This week, as talks continue between NGOs for a new joint campaign, The Guardian published ‘Lessons from Make Poverty History.’ Kirsty McNeill – who served on the co-ordination team of Make Poverty History before joining N0.10 as an advisor – gave her reflections on the campaign’s strengths and weaknesses.
Populism. If your theory of change is based on getting huge numbers of people to act, you need to find them. Make Poverty History’s single most important strategic decision was to be mass-market, creating moments that nervous politicians and the swing voters couldn’t ignore. So while we appreciated the specialist coverage we got, it was getting on the front of tabloids and into the Vicar of Dibley that reminded us that the mainstream middle is not just the most populous place in British politics – it’s also the most powerful.
Low barriers to entry. Strategists often talk about levels of engagement as rungs on a ladder and then promptly forget that people climb from the ground. It isn’t good enough to throw bodies at the top rung and hope that some will cling on; you need to encourage people on to the first rung by making the climb seem both easy and worth it. Some people felt we made the barriers to entry too low to be meaningful as a form of activism – that the 8 million white band-wearing Britons and 3 billion Live 8 viewers didn’t really mean it. Those debates were a forerunner of the one that is happening now about clicktivism – Make Poverty History wasn’t the start of it. The 1988 Free Nelson Mandela concert revealed that the majority of Britons couldn’t name their MP but a staggering 92% knew the name of an activist imprisoned 6,000 miles away in Robben Island.
Message discipline. Despite bringing together several hundred organisations and campaigning across three issues and 12 months, member organisations displayed extraordinary message discipline and generosity in merging their own organisational profiles and priorities into the collective for a year. Where we were much weaker was in “pricing” those demands consistently to create predictable and powerful incentives. Politicians don’t like to be surprised – they need to know what it takes to please you and what you will do if they meet the demands.
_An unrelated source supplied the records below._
#[tokio::test(flavor = "multi_thread", worker_threads = 2)]
async fn first_visit_then_a_new_design_step_by_step() {
    with_app(|env| async move {
        let client = env.open("").await;

        // First visit: the first demo, designed, with everything the design view holds.
        let first = demo(0);
        wait_for_parts(&client, "the first demo's part list", &expected_rows(&first)).await;
        assert_eq!(texts(&client, "[data-testid='design-name']").await, std::slice::from_ref(&first.name));
        assert_eq!(texts(&client, "h1").await, ["Rangefit"]);
        assert_eq!(selected_step(&client).await, "The design");
        let shown = poll(&client, "the design-shown mark", LIMIT, || async {
            timings(&client, "rangefit:design-shown").await.first().copied()
        })
        .await;
        let plotted = poll(&client, "the plots-shown mark", LIMIT, || async {
            timings(&client, "rangefit:plots-shown").await.first().copied()
        })
        .await;
        let started = timings(&client, "rangefit:start").await.first().copied().unwrap_or((f64::NAN, 0.0));
        let run = timings(&client, "rangefit:design").await.first().copied().unwrap_or((f64::NAN, f64::NAN));
        let drawn = timings(&client, "rangefit:outputs").await.first().copied().unwrap_or((f64::NAN, f64::NAN));
        record_figure(&format!(
            "first load: app started {:.0} ms, engine run {:.0} ms from {:.0} ms, drawing {:.0} ms, design shown \
                {:.0} ms, plots shown {:.0} ms after navigation",
            started.0, run.1, run.0, drawn.1, shown.0, plotted.0
        ));
        // Budget 300 ms on loopback; asserted generously so a loaded machine does not fail it.
        assert!(shown.0 < 3000.0, "first design shown after {:.0} ms", shown.0);

        let checks = texts(&client, "[data-testid='checks'] li").await;
        assert_eq!(checks.len(), design(&first).checks.len(), "one line per check");
        assert!(texts(&client, "[data-testid='cautions'] li").await.len() >= 3, "safety cautions are listed");
        for plot in ["response", "transfer", "tolerance", "noise"] {
            let css = format!("[data-testid='plot-{plot}'] svg");
            poll(&client, &format!("plot {plot}"), LIMIT, || async {
                client.find(Locator::Css(&css)).await.ok().map(|_| ())
            })
            .await;
        }
        let mc = texts(&client, "[data-testid='monte-carlo']").await.concat();
        assert_eq!(mc, format!("{} builds, seed {}", first.analysis.monte_carlo_runs, first.analysis.seed));
        assert_eq!(texts(&client, "[data-testid='amp-class']").await, [design(&first).amplifier.class]);
        screenshot(&client, "design-1280x800").await;

        // A new design: every step reachable but the design, which waits for a complete request.
        click(&client, "new-design").await;
        poll(&client, "an empty part list", LIMIT, || async { part_rows(&client).await.is_empty().then_some(()) })
            .await;
        assert_eq!(selected_step(&client).await, "The sensor");
        let disabled = by_testid(&client, "step-design").await.attr("aria-disabled").await.expect("attr");
        assert_eq!(disabled.as_deref(), Some("true"), "the design step waits for a complete request");
        assert_eq!(field_value(&client, "destination.bits").await, "12", "defaults are visible");
        assert_eq!(field_value(&client, "destination.headroom").await, "5 %");
        assert_eq!(field_value(&client, "parts.resistor_series").await, "E24");
        screenshot(&client, "step-sensor-new").await;

        type_into(&client, "name", "Greenhouse humidity probe").await;
        type_into(&client, "source.min", "0.2 V").await;
        type_into(&client, "source.max", "2.8V").await;
        type_into(&client, "source.band_high", "5 Hz").await;
        screenshot(&client, "step-sensor-filled").await;
        click(&client, "next-sensor").await;
        assert_eq!(selected_step(&client).await, "The converter input");
        type_into(&client, "destination.min", "0").await;
        type_into(&client, "destination.max", "3.3 V").await;
        type_into(&client, "destination.sample_rate", "200").await;
        screenshot(&client, "step-converter").await;
        click(&client, "next-converter").await;
        assert_eq!(selected_step(&client).await, "Power and parts");
        type_into(&client, "supplies", "3.3").await;
        screenshot(&client, "step-parts").await;

        let typed = json!({"name": "Greenhouse humidity probe",
            "source": {"min": "0.2 V", "max": "2.8 V", "band_high": "5 Hz"},
            "destination": {"min": 0, "max": "3.3 V", "sample_rate": 200},
            "supplies": [3.3]});
        let want = expected_rows(&request(&typed));
        assert!(!want.is_empty());
        click(&client, "next-parts").await;
        assert_eq!(selected_step(&client).await, "The design");
        wait_for_parts(&client, "the new design's part list", &want).await;
        assert_eq!(texts(&client, "[data-testid='design-name']").await, ["Greenhouse humidity probe"]);
        let title = eval(
            &client,
            "const t = document.querySelector(\"[data-testid='schematic'] svg title\"); return \
            t ? t.textContent : null;",
            vec![],
        )
        .await;
        assert_eq!(title, json!("Greenhouse humidity probe"), "the schematic is drawn for the new design");
        let engine_svg = of_design(&design(&request(&typed)), &SchematicConfig::default()).expect("schematic").svg;
        let page_svg = eval(
            &client,
            "return document.querySelector(\"[data-testid='schematic'] \
            svg\").outerHTML.length;",
            vec![],
        )
        .await;
        assert!(page_svg.as_u64().unwrap_or(0) > engine_svg.len() as u64 / 2, "the whole schematic is inserted");

        // Changing a field redesigns without any button.
        go_to(&client, "converter").await;
        type_into(&client, "destination.max", "5 V").await;
        let mut changed = typed.clone();
        changed["destination"]["max"] = json!("5 V");
        let want_changed = expected_rows(&request(&changed));
        assert_ne!(want_changed, want, "the test changes something the part list shows");
        go_to(&client, "design").await;
        wait_for_parts(&client, "the part list after the change", &want_changed).await;

        // A bad value: its message under the field, the last design stays, the page works on.
        go_to(&client, "sensor").await;
        type_into(&client, "source.max", "2.8 Ω").await;
        let engine_message =
            units::parse("2.8 Ω", Quantity::Voltage).expect_err("not a voltage").message(Quantity::Voltage);
        let shown_message = poll(&client, "the field message", LIMIT, || async {
            let m = field_message(&client, "source.max").await;
            (!m.is_empty()).then_some(m)
        })
        .await;
        assert_eq!(shown_message, engine_message);
        let invalid = by_testid(&client, "field-source.max").await.attr("aria-invalid").await.expect("attr");
        assert_eq!(invalid.as_deref(), Some("true"));
        assert_eq!(texts(&client, "[data-testid='step-sensor'] .step-state").await, ["1 problem"]);
        screenshot(&client, "step-sensor-bad-value").await;
        go_to(&client, "design").await;
        assert!(
            !texts(&client, "[data-testid='stale-note']").await.concat().is_empty(),
            "the design says it is the \
            last good one"
        );
        assert_eq!(part_rows(&client).await, want_changed, "the last good design stays");
        screenshot(&client, "design-stale").await;
        // Still alive: other fields edit, the bad one is fixed, the design follows.
        go_to(&client, "converter").await;
        type_into(&client, "destination.max", "3.3 V").await;
        go_to(&client, "sensor").await;
        type_into(&client, "source.max", "2.8 V").await;
        assert_eq!(field_message(&client, "source.max").await, "");
        go_to(&client, "design").await;
        wait_for_parts(&client, "the part list after the fix", &want).await;

        // The steps from the keyboard: arrows, Home and End on the step bar.
        by_testid(&client, "step-design").await.click().await.expect("focus the tab");
        let focused = || async {
            eval(&client, "return document.activeElement ? document.activeElement.id : null;", vec![]).await
        };
        let key = |k: &'static str| {
            let client = client.clone();
            async move {
                client
                    .find(Locator::Css("[role='tab'][aria-selected='true']"))
                    .await
                    .expect("selected tab")
                    .send_keys(k)
                    .await
                    .expect("press a key")
            }
        };
        key("\u{e012}").await; // ArrowLeft
        assert_eq!(selected_step(&client).await, "Power and parts");
        assert_eq!(focused().await, json!("tab-parts"));
        key("\u{e011}").await; // Home
        assert_eq!(selected_step(&client).await, "The sensor");
        assert_eq!(focused().await, json!("tab-sensor"));
        key("\u{e014}").await; // ArrowRight
        assert_eq!(selected_step(&client).await, "The converter input");
        key("\u{e010}").await; // End
        assert_eq!(selected_step(&client).await, "The design");
        assert_eq!(focused().await, json!("tab-design"));
        let outline = eval(&client, "return getComputedStyle(document.activeElement).outlineStyle;", vec![]).await;
        assert_eq!(outline, json!("solid"), "keyboard focus is visible");
        // Every input has a label bound to it.
        let unlabelled = eval(
            &client,
            "return Array.from(document.querySelectorAll('input:not([type=radio]), select, textarea')).filter(e => \
                !(e.labels && e.labels.length)).map(e => e.id || e.dataset.testid);",
            vec![],
        )
        .await;
        assert_eq!(unlabelled, json!([]), "inputs without a label");
    })
    .await;
}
The political to do list. Politicians have a “to-do” list. Demands need to be broken down into a realistic action plan. It’s important for your impact and credibility to avoid asks which are too imprecise. Focus on pressuring people to do what is in their power to do.
Questions of legitimacy. Charities tend to be obsessed with other charities. Increased access is rarely sought on behalf of a meaningfully representative group; I’ve seen many more NGOs angling for a hearing for their own staff from a region than arguing that the most effective or legitimate advocate for Tanzania, for example, is the person the people picked as their president. Make Poverty History was undoubtedly weakened by being (and being seen to be) a mobilisation of the north for the south. But northern agencies cannot hand a veto on strategy or policy to their hand-picked southern partners and pretend they’ve answered all the thorny questions of legitimacy, mandate and representativeness.
Coalitions of the too like-minded. We need to get much better at forming unexpected strategic coalitions – not simply banding together with the nearest and most comfortable partners. In our case, the partnership between campaigning charities and the advertising, music and television industries was key to taking our issue from being important but marginal to sitting squarely at the centre of Britain’s political debate and national conversation. Their involvement was not welcomed by every charity in the coalition, but for me the lesson to be drawn from the culture clash is not that we should stop creating high impact coalitions, it’s that we should work out and change whatever it is in charity culture that makes working inside them so painful for all concerned.